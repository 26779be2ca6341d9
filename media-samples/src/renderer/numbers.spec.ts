import { describe, expect, it } from 'vitest';
import { curve, ease } from './numbers';

describe('curve', () => {
  const through = curve([
    [0, 1],
    [1, 4],
    [2, 4],
    [5, 9],
  ]);

  it('passes through its own points', () => {
    expect([0, 1, 2, 5].map(through)).toEqual([1, 4, 4, 9]);
  });

  it('never overshoots: a waist is not narrower than the number given for it', () => {
    for (let x = 0; x <= 5; x += 0.01) expect(through(x)).toBeLessThanOrEqual(9 + 1e-12);
    for (let x = 1; x <= 2; x += 0.01) expect(through(x)).toBeCloseTo(4, 10);
  });

  it('is level beyond both ends', () => {
    expect(through(-3)).toBe(1);
    expect(through(8)).toBe(9);
  });
});

describe('ease', () => {
  it('turns round when its bounds do', () => {
    expect(ease(2, 1, 0.5)).toBe(1);
    expect(ease(2, 1, 2.5)).toBe(0);
    expect(ease(2, 1, 1.5)).toBeCloseTo(0.5, 12);
  });
});
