import { Work } from '../src/common/work';
import { clearUnfinished, houseState, markHouse } from '../src/demonstration/house-state';
import { type House, openHouse } from './harness/house';
import { makeProtocol, skirtWithLoop } from './support/protocols';
import { factsWith, makeDress, openSheet, reading } from './support/garments';

describe('a house and its demonstration', () => {
  let house: House;
  let work: Work;
  beforeAll(async () => {
    house = await openHouse();
    work = house.app.get(Work);
  });
  afterAll(() => house.close());
  beforeEach(() => house.empty());

  it('is new, then begun, then filled', async () => {
    expect(await houseState(work)).toBe('new');
    await markHouse(work, 'begun', 'Larkmoor House');
    expect(await houseState(work)).toBe('unfinished');
    await markHouse(work, 'finished', 'Larkmoor House');
    expect(await houseState(work)).toBe('filled');
  });

  it('is somebody’s own as soon as anybody works there', async () => {
    await house.person('administrator');
    expect(await houseState(work)).toBe('in-use');
  });

  it('is cleared of what an interrupted filling left, corrected readings and protocols too', async () => {
    const reader = await house.person('recorder');
    const recorder = await house.signInAs(reader);
    const dress = await makeDress(recorder);
    const sheet = await openSheet(
      recorder,
      dress.parts[1]?.id ?? '',
      factsWith(reader, await house.person('recorder')),
    );
    const slip = reading('waistband', '681', reader.id);
    const path = `/api/v1/workroom/sheets/${sheet.id}/readings`;
    await recorder.post(path).send({ readings: [slip] });
    await recorder
      .post(path)
      .send({ readings: [reading('waistband', '618', reader.id, { replaces: slip.id })] });
    const administrator = await house.signInAs('administrator');
    expect((await makeProtocol(administrator, 'skirt', 1, skirtWithLoop())).status).toBe(201);
    await markHouse(work, 'begun', 'Larkmoor House');
    await clearUnfinished(work);
    expect(await houseState(work)).toBe('new');
    for (const table of ['reading', 'protocol']) {
      const rows: { n: string }[] = await house.owner.source.query(
        `SELECT COUNT(*) AS n FROM ellwand.${table}`,
      );
      expect(Number(rows[0]?.n)).toBe(0);
    }
  });
});
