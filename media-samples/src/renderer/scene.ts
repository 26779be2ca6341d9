import { type Cloth } from '../cloths/cloth';

/** One point of a layer of cloth: place in cm (y up, z towards the wearer's front) and cloth coordinates in cm. */
export interface Point {
  x: number;
  y: number;
  z: number;
  u: number;
  v: number;
  /** The direction off the face of the cloth, level with the floor unless a layer says otherwise. */
  nx: number;
  ny: number;
  nz: number;
}

export const newPoint = (): Point => ({ x: 0, y: 0, z: 0, u: 0, v: 0, nx: 0, ny: 0, nz: 1 });

/**
 * A layer of cloth on the figure: `u` runs round it and `v` from top to hem, both 0–1; the point lies `lift` cm off
 * its face. Whatever is sewn to a layer asks the same function, so that nothing pokes through.
 */
export type Layer = (u: number, v: number, lift: number, p: Point) => void;

/** A laid sheet: a grid of points. */
export interface Sheet {
  cloth: Cloth;
  across: number;
  along: number;
  closed: boolean;
  casts: boolean;
  place: Float32Array;
  onCloth: Float32Array;
  cut: Uint8Array;
}

export interface Laying {
  cloth: Cloth;
  /** Points round and down, at fineness 1. */
  across: number;
  along: number;
  /** Whether the last column joins the first. */
  closed?: boolean;
  /** Whether it throws a shadow; nets and laces do not. */
  casts?: boolean;
}

export class Scene {
  readonly sheets: Sheet[] = [];

  /** `fineness` multiplies the points of every sheet: 1 for a picture 2800 px high. */
  constructor(readonly fineness = 1) {}

  /** Lays a sheet; `at` gives the place of each point and returns false where the cloth is cut away. */
  lay(laying: Laying, at: (u: number, v: number, p: Point) => boolean | void): void {
    const across = Math.max(4, Math.round(laying.across * (laying.across > 60 ? this.fineness : 1)));
    const along = Math.max(3, Math.round(laying.along * (laying.along > 60 ? this.fineness : 1)));
    const closed = laying.closed ?? false;
    const place = new Float32Array(across * along * 3);
    const onCloth = new Float32Array(across * along * 2);
    const cut = new Uint8Array(across * along);
    const p = newPoint();
    for (let j = 0, k = 0; j < along; j++) {
      for (let i = 0; i < across; i++, k++) {
        const kept = at(closed ? i / across : i / (across - 1), j / (along - 1), p);
        place.set([p.x, p.y, p.z], k * 3);
        onCloth[k * 2] = p.u;
        onCloth[k * 2 + 1] = p.v;
        if (kept === false) cut[k] = 1;
      }
    }
    this.sheets.push({
      cloth: laying.cloth,
      across,
      along,
      closed,
      casts: laying.casts ?? true,
      place,
      onCloth,
      cut,
    });
  }

  /** Lays a whole layer. */
  layLayer(laying: Laying, layer: Layer, lift = 0): void {
    this.lay(laying, (u, v, p) => layer(u, v, lift, p));
  }

  /** Lays a layer that is open down its middle (u 0.5) as two halves, so that no cloth is drawn across the opening. */
  layHalves(laying: Laying, layer: Layer, lift = 0): void {
    const half = { ...laying, across: Math.round(laying.across / 2) };
    this.lay(half, (u, v, p) => layer(u * 0.49999, v, lift, p));
    this.lay(half, (u, v, p) => layer(0.50001 + u * 0.49999, v, lift, p));
  }
}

▬▬▬

WORK ITEM -
Could you type out every entry again exactly as it stands?

OUTPUT OF THE EXERCISE -
repository 26779be2ca6341d9
filename media-samples/src/renderer/numbers.spec.ts
import { describe, expect, it } from 'vitest';
import { curve, ease } from './numbers';

describe('curve', () => {
  const through = curve([
    [0, 1],
    [1, 4],
    [2, 4],
    [5, 9],
  ]);

  it('passes through its own points', () => {
    expect([0, 1, 2, 5].map(through)).toEqual([1, 4, 4, 9]);
  });

  it('never overshoots: a waist is not narrower than the number given for it', () => {
    for (let x = 0; x <= 5; x += 0.01) expect(through(x)).toBeLessThanOrEqual(9 + 1e-12);
    for (let x = 1; x <= 2; x += 0.01) expect(through(x)).toBeCloseTo(4, 10);
  });

  it('is level beyond both ends', () => {
    expect(through(-3)).toBe(1);
    expect(through(8)).toBe(9);
  });
});

describe('ease', () => {
  it('turns round when its bounds do', () => {
    expect(ease(2, 1, 0.5)).toBe(1);
    expect(ease(2, 1, 2.5)).toBe(0);
    expect(ease(2, 1, 1.5)).toBeCloseTo(0.5, 12);
  });
});
import { Work } from '../src/common/work';
import { clearUnfinished, houseState, markHouse } from '../src/demonstration/house-state';
import { type House, openHouse } from './harness/house';
import { makeProtocol, skirtWithLoop } from './support/protocols';
import { factsWith, makeDress, openSheet, reading } from './support/garments';

describe('a house and its demonstration', () => {
  let house: House;
  let work: Work;
  beforeAll(async () => {
    house = await openHouse();
    work = house.app.get(Work);
  });
  afterAll(() => house.close());
  beforeEach(() => house.empty());

  it('is new, then begun, then filled', async () => {
    expect(await houseState(work)).toBe('new');
    await markHouse(work, 'begun', 'Larkmoor House');
    expect(await houseState(work)).toBe('unfinished');
    await markHouse(work, 'finished', 'Larkmoor House');
    expect(await houseState(work)).toBe('filled');
  });

  it('is somebody’s own as soon as anybody works there', async () => {
    await house.person('administrator');
    expect(await houseState(work)).toBe('in-use');
  });

  it('is cleared of what an interrupted filling left, corrected readings and protocols too', async () => {
    const reader = await house.person('recorder');
    const recorder = await house.signInAs(reader);
    const dress = await makeDress(recorder);
    const sheet = await openSheet(
      recorder,
      dress.parts[1]?.id ?? '',
      factsWith(reader, await house.person('recorder')),
    );
    const slip = reading('waistband', '681', reader.id);
    const path = `/api/v1/workroom/sheets/${sheet.id}/readings`;
    await recorder.post(path).send({ readings: [slip] });
    await recorder
      .post(path)
      .send({ readings: [reading('waistband', '618', reader.id, { replaces: slip.id })] });
    const administrator = await house.signInAs('administrator');
    expect((await makeProtocol(administrator, 'skirt', 1, skirtWithLoop())).status).toBe(201);
    await markHouse(work, 'begun', 'Larkmoor House');
    await clearUnfinished(work);
    expect(await houseState(work)).toBe('new');
    for (const table of ['reading', 'protocol']) {
      const rows: { n: string }[] = await house.owner.source.query(
        `SELECT COUNT(*) AS n FROM ellwand.${table}`,
      );
      expect(Number(rows[0]?.n)).toBe(0);
    }
  });
});
filename media-samples/src/renderer/scene.ts
repository 26779be2ca6341d9
import { type Cloth } from '../cloths/cloth';

/** One point of a layer of cloth: place in cm (y up, z towards the wearer's front) and cloth coordinates in cm. */
export interface Point {
  x: number;
  y: number;
  z: number;
  u: number;
  v: number;
  /** The direction off the face of the cloth, level with the floor unless a layer says otherwise. */
  nx: number;
  ny: number;
  nz: number;
}

export const newPoint = (): Point => ({ x: 0, y: 0, z: 0, u: 0, v: 0, nx: 0, ny: 0, nz: 1 });

/**
 * A layer of cloth on the figure: `u` runs round it and `v` from top to hem, both 0–1; the point lies `lift` cm off
 * its face. Whatever is sewn to a layer asks the same function, so that nothing pokes through.
 */
export type Layer = (u: number, v: number, lift: number, p: Point) => void;

/** A laid sheet: a grid of points. */
export interface Sheet {
  cloth: Cloth;
  across: number;
  along: number;
  closed: boolean;
  casts: boolean;
  place: Float32Array;
  onCloth: Float32Array;
  cut: Uint8Array;
}

export interface Laying {
  cloth: Cloth;
  /** Points round and down, at fineness 1. */
  across: number;
  along: number;
  /** Whether the last column joins the first. */
  closed?: boolean;
  /** Whether it throws a shadow; nets and laces do not. */
  casts?: boolean;
}

export class Scene {
  readonly sheets: Sheet[] = [];

  /** `fineness` multiplies the points of every sheet: 1 for a picture 2800 px high. */
  constructor(readonly fineness = 1) {}

  /** Lays a sheet; `at` gives the place of each point and returns false where the cloth is cut away. */
  lay(laying: Laying, at: (u: number, v: number, p: Point) => boolean | void): void {
    const across = Math.max(4, Math.round(laying.across * (laying.across > 60 ? this.fineness : 1)));
    const along = Math.max(3, Math.round(laying.along * (laying.along > 60 ? this.fineness : 1)));
    const closed = laying.closed ?? false;
    const place = new Float32Array(across * along * 3);
    const onCloth = new Float32Array(across * along * 2);
    const cut = new Uint8Array(across * along);
    const p = newPoint();
    for (let j = 0, k = 0; j < along; j++) {
      for (let i = 0; i < across; i++, k++) {
        const kept = at(closed ? i / across : i / (across - 1), j / (along - 1), p);
        place.set([p.x, p.y, p.z], k * 3);
        onCloth[k * 2] = p.u;
        onCloth[k * 2 + 1] = p.v;
        if (kept === false) cut[k] = 1;
      }
    }
    this.sheets.push({
      cloth: laying.cloth,
      across,
      along,
      closed,
      casts: laying.casts ?? true,
      place,
      onCloth,
      cut,
    });
  }

  /** Lays a whole layer. */
  layLayer(laying: Laying, layer: Layer, lift = 0): void {
    this.lay(laying, (u, v, p) => layer(u, v, lift, p));
  }

  /** Lays a layer that is open down its middle (u 0.5) as two halves, so that no cloth is drawn across the opening. */
  layHalves(laying: Laying, layer: Layer, lift = 0): void {
    const half = { ...laying, across: Math.round(laying.across / 2) };
    this.lay(half, (u, v, p) => layer(u * 0.49999, v, lift, p));
    this.lay(half, (u, v, p) => layer(0.50001 + u * 0.49999, v, lift, p));
  }
}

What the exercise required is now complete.